Ребята глазели на рыбаков, на чаечий рой почти невидяще; по-прежнему изредко и незначительно переговариваясь, они рыли песок и залегали в прохладные ямины или, блаженно закатывая глазки, сводя их к переносице, сдирали прозрачные лохмотки кожи с лупящихся нежно-розовых носов. Не обгорали носы только у лежащих тут же на песке бурятят, – видно, кожа дубленая.

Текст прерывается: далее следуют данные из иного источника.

class Trainer:
    """Owns the model, data, optimizer, exchange strategy and workspaces of one job on one rank."""

    def __init__(self, job: Job, comm: Comm | None = None, dataset: Dataset | None = None) -> None:
        self.job = job
        self.comm = comm or Comm()
        run = resolve_update(job, self.comm.size)  # run.update = "auto" decided for this many ranks
        Strategy = exchange_strategy(run)
        Strategy.check(run, self.comm.size)  # before any collective, identically on every rank
        error: Exception | None = None
        try:
            self.model = model_from_job(job)
        except MemoryError:
            layers = job.model.layers
            params = sum(a * b + b for a, b in zip(layers, layers[1:], strict=False))
            error = JobError(f"`model.layers` = {layers} ({params:,} parameters, {job.model.dtype}) does not fit in "
                             f"this process's memory")
        agree(self.comm, error)
        self.data = dataset if dataset is not None else load_dataset(job, self.model, self.comm)
        self.sampler = Sampler(self.data.split.train, run.global_batch, run.seed)
        self.grads = np.zeros_like(self.model.params)
        self.ws = self.model.workspace(Strategy.part_rows(run, self.comm.size))
        self.batch_targets = np.zeros((self.ws.rows,) + self.data.targets.shape[1:], dtype=self.data.targets.dtype)
        self.exchange = Strategy.from_run(self.comm, self.model, self.grads, run)
        # State for the parameters this rank updates: all of them, or its slice when the update is sharded.
        self.optimizer = Optimizer(job.optimizer, self.exchange.owned_size, self.model.dtype)
        self.step_count = 0  # global steps completed
        self.learning_rate = job.optimizer.learning_rate  # of the last update (the base rate before any)
        self.total_steps = self.planned_steps()
        # The schedule spans all epochs; run.max_steps only stops early, so a stopped run resumes onto the same curve.
        self.schedule_steps = run.epochs * self.sampler.steps_per_epoch
        self.timer = PhaseTimer()
        self.train_sums = self.exchange.metric_sums(3)  # loss sum, correct, rows since the last epoch record
        self.part_sums = np.zeros(3)
        self.last_part_rows = 0  # rows of the part whose activations the workspace holds (for health)
        self.health: list[dict[str, Any]] = []  # diagnostics records not yet written
        self.signals: _StopSignals | None = None  # set by train(): the SIGTERM/SIGINT noted during training
        self.stop_signal = 0  # agreed after the last step's sum: a signal some rank received (0: none)
        self.checkpoint_due = False  # agreed after the last step's sum: run.save_minutes have passed
        self.last_save = time.perf_counter()
        self.best = (BestTracker(run.best_metric, run.patience, run.min_improvement)
                     if run.best_metric != "off" else None)  # the best model so far (run.best_metric)
        if not self.comm.all_equal(self.model.params):
            raise RuntimeError("initial parameters differ across ranks")

    def planned_steps(self) -> int:
        total = self.job.run.epochs * self.sampler.steps_per_epoch
        return min(total, self.job.run.max_steps) if self.job.run.max_steps else total

    def gather_targets(self, rows: np.ndarray) -> np.ndarray:
        np.take(self.data.targets, rows, axis=0, out=self.batch_targets[:rows.size])
        return self.batch_targets

    def step(self, epoch: int, step_in_epoch: int) -> None:
        """One global step of G samples, identical in effect on every rank."""
        self.timer.start()
        rows = self.sampler.batch(epoch, step_in_epoch)  # sample: the G global indices
        self.gradient(rows)  # shard, gather, forward, loss, backward, exchange: the mean gradient
        self.agree()  # a diverged step stops every rank here, before it touches the parameters
        params, gradient = self.model.params, self.exchange.owned_gradient()  # gradient: of params[owned]
        if self.optimizer.clips:
            self.optimizer.clip(gradient, self.exchange.sum_squares())
        health = self.job.run.health_every and (self.step_count + 1) % self.job.run.health_every == 0
        grad_squares = self.exchange.layer_sum_squares(self.model.slices) if health else None
        before = params.copy() if health else None
        self.learning_rate = self.optimizer.step(params[self.exchange.owned], gradient, self.schedule_steps)
        self.timer.lap("update")
        self.exchange.publish(params)  # every rank holds every parameter again (communication: "exchange")
        self.timer.lap("exchange")
        self.step_count += 1
        if health:
            self.health.append(diagnose(self.model, self.ws, self.last_part_rows, grad_squares, before, self.comm,
                                        self.step_count))
        every = self.job.run.check_every
        if every and self.step_count % every == 0 and not self.comm.all_equal(params):
            raise RuntimeError(f"parameters drifted apart across ranks at step {self.step_count}")

    def agree(self) -> None:
        """What every rank must decide alike after the sum: one MAX allreduce of three flags (P > 1).

        A non-finite loss or an unsummable gradient on any rank raises :class:`Diverged` on every rank, before the
        update. A SIGTERM/SIGINT some rank received (``stop_signal``) and a timed checkpoint due by rank 0's clock
        (``checkpoint_due``) are kept for the train loop to act on once the step is complete.
        """
        reason = self.problem or self.exchange.problem
        minutes = self.job.run.save_minutes
        due = bool(minutes) and self.comm.rank == 0 and time.perf_counter() - self.last_save >= 60.0 * minutes
        flags = np.array([reason is not None, self.signals.received if self.signals else 0, due], dtype=np.int64)
        if self.comm.size > 1:
            self.comm.allreduce_max(flags)
        if flags[0]:
            raise Diverged(self.step_count + 1, reason or "on another rank", self.job.workdir)
        self.stop_signal, self.checkpoint_due = int(flags[1]), bool(flags[2])

    def gradient(self, rows: np.ndarray) -> None:
        """The mean gradient of the global batch ``rows`` over every rank: ``exchange.owned_gradient()`` after it."""
        self.problem = self.exchange.problem = None
        for part, part_grads in self.exchange.parts(rows):
            self.part_gradient(part, part_grads)
            self.exchange.add(part_grads)
            self.timer.lap("backward")
        self.exchange.finish()
        self.timer.lap("exchange")

    def part_gradient(self, rows: np.ndarray, grads: np.ndarray) -> None:
        """Gradient of one part's rows into ``grads`` (scaled by 1/G); the loss and counts join ``train_sums``.

        Backward tells the exchange as each layer's gradient is complete, so it can start sending.
        """
        n, G = rows.size, self.job.run.global_batch
        gather(self.data.X, rows, self.data.mean, self.data.inv_std, self.ws.inputs)
        targets = self.gather_targets(rows)
        self.timer.lap("data")
        loss_sum = self.ws.forward_loss(n, targets, 1.0 / G)
        if not math.isfinite(loss_sum) and self.problem is None:
            self.problem = f"the loss of {n} rows is {loss_sum!r}"
        self.part_sums[:] = (loss_sum, self.quality_sum(n, targets), n)
        self.train_sums.add(self.part_sums)
        self.last_part_rows = n
        self.timer.lap("forward")
        for layer, _ in self.ws.backward(n, grads):
            self.exchange.layer_done(layer)

    def quality_sum(self, n: int, targets: np.ndarray) -> float:
        """The second metric sum of the batch in the workspace: correct predictions, or Σ (o − t)² (regression)."""
        if self.model.loss == "squared_error":
            return losses.squared_error_sum(self.ws.O[:n], targets[:n])
        return self.count_correct(n, targets)

    def count_correct(self, n: int, targets: np.ndarray) -> int:
        loss = self.model.loss_code
        if loss == losses.SOFTMAX_CROSS_ENTROPY:
            return losses.count_correct(self.ws.O[:n], targets[:n])  # O holds the softmax of this batch
        if loss == losses.BINARY_CROSS_ENTROPY:
            return losses.count_correct_binary(self.ws.O[:n], targets[:n])
        return 0

    def take_train_sums(self) -> np.ndarray:
        """The training (loss sum, correct, rows) since the last call, summed over ranks; resets them.

        Summed as the exchange strategy sums metrics: in exact mode exactly, per fixed chunk, so the logged
        losses do not depend on P.
        """
        return self.train_sums.reduce()

    def evaluate(self, rows: np.ndarray) -> dict[str, float]:
        """Loss and accuracy (or RMSE) over ``rows``, reduced over ranks.

        Each rank evaluates the part the exchange strategy gives it (exact mode: whole chunks of
        ``exact_chunk`` rows whatever P is, summed exactly, so the result has the same bits for every P).
        """
        width = self.ws.rows
        part = self.exchange.evaluation_rows(rows)
        sums = self.exchange.metric_sums(3)  # loss sum, correct or squared-error sum, rows
        chunk_sums = np.zeros(3)
        for start in range(0, part.size, width):
            chunk = part[start:start + width]
            n = chunk.size
            gather(self.data.X, chunk, self.data.mean, self.data.inv_std, self.ws.inputs)
            targets = self.gather_targets(chunk)
            chunk_sums[0] = self.ws.forward_loss(n, targets, 0.0)
            chunk_sums[1] = self.quality_sum(n, targets)
            chunk_sums[2] = n
            sums.add(chunk_sums)
        return self.summarise(sums.reduce())

    def summarise(self, sums: np.ndarray) -> dict[str, float]:
        n = max(sums[2], 1.0)
        out = {"loss": float(sums[0] / n)}
        k = self.model.sizes[-1]
        if self.model.loss == "squared_error":
            out["rmse"] = float(math.sqrt(sums[1] / (n * k)))
        elif self.model.loss == "binary_cross_entropy":
            out["accuracy"] = float(sums[1] / (n * k))
        else:
            out["accuracy"] = float(sums[1] / n)
        return out

    def reduce_phases(self) -> tuple[dict[str, float], dict[str, float]]:
        """Per-phase seconds since the last call: (max over ranks, mean over ranks)."""
        high, total = self.timer.seconds.copy(), self.timer.seconds.copy()
        self.comm.allreduce_max(high)
        self.comm.allreduce_sum(total)
        self.timer.reset()
        mean = total / self.comm.size
        return dict(zip(PHASES, map(float, high), strict=True)), dict(zip(PHASES, map(float, mean), strict=True))

    def training_state(self, step: int) -> checkpoint.TrainingState:
        """The plain state a checkpoint holds: views of the parameters, the optimizer state at full size.

        Collective (every rank calls it): a sharded update's state slices are gathered.
        """
        optimizer = {name: self.exchange.full(array) for name, array in self.optimizer.state.items()}
        return checkpoint.TrainingState(
            params=self.model.named(self.model.params), input_mean=self.data.mean, input_inv_std=self.data.inv_std,
            optimizer=optimizer, optimizer_updates=self.optimizer.updates, step=step,
            steps_per_epoch=self.sampler.steps_per_epoch, processes=self.comm.size, job=self.job,
            layers=self.model.sizes, dtype=self.model.dtype.name,
            feature_names=getattr(self.data, "feature_names", None),
            best=self.best.state() if self.best is not None else None)

    def save(self, step: int, best: bool = False) -> checkpoint.TrainingState:
        """Checkpoint ``step``: every rank calls it, rank 0 writes (parameters are identical on every rank).

        ``best``: the model of this step is the best so far (``run.best_metric``): the index marks the checkpoint,
        which is then kept beside the newest, and ``best.npz`` is rewritten. Returns the state it saved.
        """
        state = self.training_state(step)
        self.last_save = time.perf_counter()
        if self.comm.rank == 0:
            root = self.job.workdir / "checkpoints"
            try:
                checkpoint.save(state, root, self.job.run.keep_checkpoints, best=best)
                if best:
                    checkpoint.write_final(self.job.workdir / "best.npz", state)
            except OSError as err:  # a full disk, a read-only file system: the previous checkpoint is intact
                try:
                    last = checkpoint.latest_name(root)
                except checkpoint.CheckpointError:
                    last = None
                kept = f"the last complete checkpoint is {last}" if last else "no checkpoint was completed"
                raise LocalJobError(f"the checkpoint of step {step} cannot be written under {str(root)!r}: "
                                    f"{err.strerror or err}; {kept}") from None
        return state

    def resume(self) -> int:
        """Restore params, optimizer state and position from the newest checkpoint that verifies; returns the step.

        Rank 0 reads and verifies; every rank receives the same arrays by broadcast (node-local disks work).
        Any refusal is raised identically on all ranks.
        """
        comm, model = self.comm, self.model
        error: Exception | None = None
        state: dict[str, Any] | None = None
        if comm.rank == 0:
            try:
                state, params, opt, skipped = checkpoint.load_newest_verified(self.job.workdir)
                for reason in skipped:
                    print(f"shardmill: warning: skipping a damaged checkpoint, {reason}", file=sys.stderr,
                          flush=True)
                shapes = {name: view.shape for name, view in model.named(model.params).items()}
                optimizer_shapes = {name: (model.n_params,) for name in self.optimizer.state}
                checkpoint.check_compatible(self.job, shapes, optimizer_shapes, state, params, opt)
            except checkpoint.CheckpointError as err:
                error = err
        agree(comm, error)
        state = comm.broadcast_object(state)
        if comm.rank == 0:
            for name, view in model.named(model.params).items():
                view[...] = params[name]
        comm.broadcast(model.params)
        for name, array in self.optimizer.state.items():  # saved at full size; this rank keeps what it updates
            full = opt[name] if comm.rank == 0 else np.zeros(model.n_params, dtype=array.dtype)
            array[...] = comm.broadcast(np.ascontiguousarray(full, dtype=array.dtype))[self.exchange.owned]
        self.optimizer.updates = int(state["optimizer_updates"])
        self.step_count = int(state["step"])
        if self.best is not None:
            run = self.job.run
            self.best = BestTracker(run.best_metric, run.patience, run.min_improvement, state.get("best"))
        given = state.get("overrides") or []
        if comm.rank == 0 and given != list(self.job.overrides):
            now = " --set ".join(self.job.overrides)
            print(f"shardmill: note: the checkpoint was written by a run with "
                  f"{'--set ' + ' --set '.join(given) if given else 'no --set'}; this resume has "
                  f"{'--set ' + now if now else 'none'}", file=sys.stderr, flush=True)
        return self.step_count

– Мамка рыжа, папка рыжий, рыжий я и сам! – вдруг во всю глотку загорланил Маркен, и все засмеялись, глядя на его пышущие жаром, кудреватые вихры. – Вся семья у нас покрыта рыжым волосам!.. Искупнуться, что ли?.. – опять заскучав, протяжно спросил он, вроде бы, самого себя, потом склонил голову, прислушался, но, не дождавшись ясного ответа, зевнул во весь крупный, щербатый рот, лег на спину, разбросав по песку короткие, сильные руки, сморенно прикрыв глаза; потом вялым, расхлябанным голосом не то запел, не то замурлыкал себе под нос:

Сижу на нарах, как король не именинах,И пачку «Севера» мечтаю получить.А мне стучат в окно,А мне уж все равно,Уж никого я не сумею полюбить…

IV

Маркен, задремавший было, вдруг почуял, что ребятня зашевелилась на песке, открыл глаза и увидел, как по некрутому спуску, вроде бы, и важно, но в то же время боком, стеснительно шел Ванюшка Краснобаев, – не по-деревенски толстый, осадистый, за что его все кому не лень дразнили на разные лады.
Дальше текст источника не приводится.